- **Task brief**:
From the entries below, copy every line that has the word "cell".

- **Records provided**:
import { describe, expect, it } from "vitest";
import { createCrs } from "../crs";
import { defaultGridOrigin } from "./cell-grid";
import { parseWorkLimitGeoJson } from "./work-limit-geojson";
import type { Position } from "./work-limit";

// NAD83 / Florida West (ftUS), EPSG:2237 (published parameters, EPSG registry, as epsg-index gives them).
const crs = createCrs("+proj=tmerc +lat_0=24.3333333333333 +lon_0=-82 +k=0.999941177 +x_0=200000.0001016 +y_0=0 +ellps=GRS80 +towgs84=0,0,0,0,0,0,0 +units=us-ft +no_defs +type=crs");

// An invented 300 × 200 ft pond with a 20 × 20 ft island, in state plane feet.
const pond: Position[] = [[600_000, 1_680_000], [600_300, 1_680_000], [600_300, 1_680_200], [600_000, 1_680_200], [600_000, 1_680_000]];
const island: Position[] = [[600_100, 1_680_100], [600_100, 1_680_120], [600_120, 1_680_120], [600_120, 1_680_100], [600_100, 1_680_100]];

function problemsOf(geoJson: unknown): string[] {
  const parsed = parseWorkLimitGeoJson(geoJson, crs);
  return parsed.ok ? [] : parsed.problems.map((problem) => problem.message);
}

describe("parseWorkLimitGeoJson", () => {
  it("reads a Polygon in the project CRS, holes subtracted, and says so", () => {
    const parsed = parseWorkLimitGeoJson({ type: "Polygon", coordinates: [pond, island] }, crs);
    expect(parsed.ok && parsed.coordinates).toBe("project-crs");
    // computed: 300 × 200 − 20 × 20 ft²
    expect(parsed.ok && parsed.area).toBeCloseTo(60_000 - 400, 3);
  });

  it("reads the same outline in lon/lat (a FeatureCollection) to the same area within 1e-9", () => {
    const lonLat = [pond, island].map((ring) => ring.map(([x, y]) => crs.toLonLat(x, y)));
    const parsed = parseWorkLimitGeoJson({ type: "FeatureCollection", features: [{ type: "Feature", properties: {}, geometry: { type: "Polygon", coordinates: lonLat } }] }, crs);
    expect(parsed.ok && parsed.coordinates).toBe("lon-lat");
    // invariant: the projection's round trip is exact to far below a square foot
    expect(parsed.ok && Math.abs(parsed.area / 59_600 - 1)).toBeLessThan(1e-9);
  });

  it("refuses a self-crossing ring, naming the polygon, the ring and a vertex at the crossing", () => {
    // a bow tie: the edges 1–2 and 3–4 cross at (600 150, 1 680 100)
    const bowTie: Position[] = [[600_000, 1_680_000], [600_300, 1_680_200], [600_300, 1_680_000], [600_000, 1_680_200], [600_000, 1_680_000]];
    const [message] = problemsOf({ type: "Polygon", coordinates: [bowTie] });
    expect(message).toMatch(/^polygon 1, ring 1 \(the outline\) crosses itself near vertex \d$/);
  });

  it("refuses an unclosed ring, one with too few corners, and empty input", () => {
    expect(problemsOf({ type: "Polygon", coordinates: [pond.slice(0, 4)] })).toEqual(["polygon 1, ring 1 (the outline) is not closed: its last vertex (4) must repeat its first"]);
    expect(problemsOf({ type: "Polygon", coordinates: [[pond[0], pond[1], pond[0]]] })[0]).toMatch(/has 2 corners; a ring needs at least 3/);
    expect(problemsOf({ type: "FeatureCollection", features: [] })).toEqual(["is empty: it holds no polygon"]);
    expect(problemsOf({ type: "Polygon", coordinates: [[pond[0], pond[1], pond[1], pond[0]]] })).toEqual(["is empty: its polygons enclose no area"]);
    expect(problemsOf({ type: "LineString", coordinates: pond })[0]).toMatch(/LineString; only polygons/);
    expect(problemsOf({ type: "Polygon", coordinates: [[...pond.slice(0, 2), ["x", 1], ...pond.slice(2)]] })[0]).toMatch(/vertex 3 is not a pair of numbers/);
  });
});

describe("defaultGridOrigin", () => {
  it("is the south-west corner floored to the cell size, unrotated", () => {
    const shifted = pond.map(([x, y]) => [x + 7, y + 13] as Position);
    // computed: floor(600 007 / 20) × 20 = 600 000; floor(1 680 013 / 20) × 20 = 1 680 000
    expect(defaultGridOrigin([[shifted]], 20)).toEqual([600_000, 1_680_000]);
  });

  it("leaves every vertex at or above and right of the origin in the rotated frame", () => {
    const [x0, y0] = defaultGridOrigin([[pond]], 15, 30);
    const radians = (30 * Math.PI) / 180;
    for (const [x, y] of pond) {
      const u = (x - x0) * Math.cos(radians) + (y - y0) * Math.sin(radians);
      const v = -(x - x0) * Math.sin(radians) + (y - y0) * Math.cos(radians);
      // invariant: the origin lies within one cell below and left of the outline
      expect(u).toBeGreaterThanOrEqual(-1e-6);
      expect(v).toBeGreaterThanOrEqual(-1e-6);
    }
  });
});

- **Written solution**:
import { defaultGridOrigin } from "./cell-grid";
  it("is the south-west corner floored to the cell size, unrotated", () => {
      // invariant: the origin lies within one cell below and left of the outline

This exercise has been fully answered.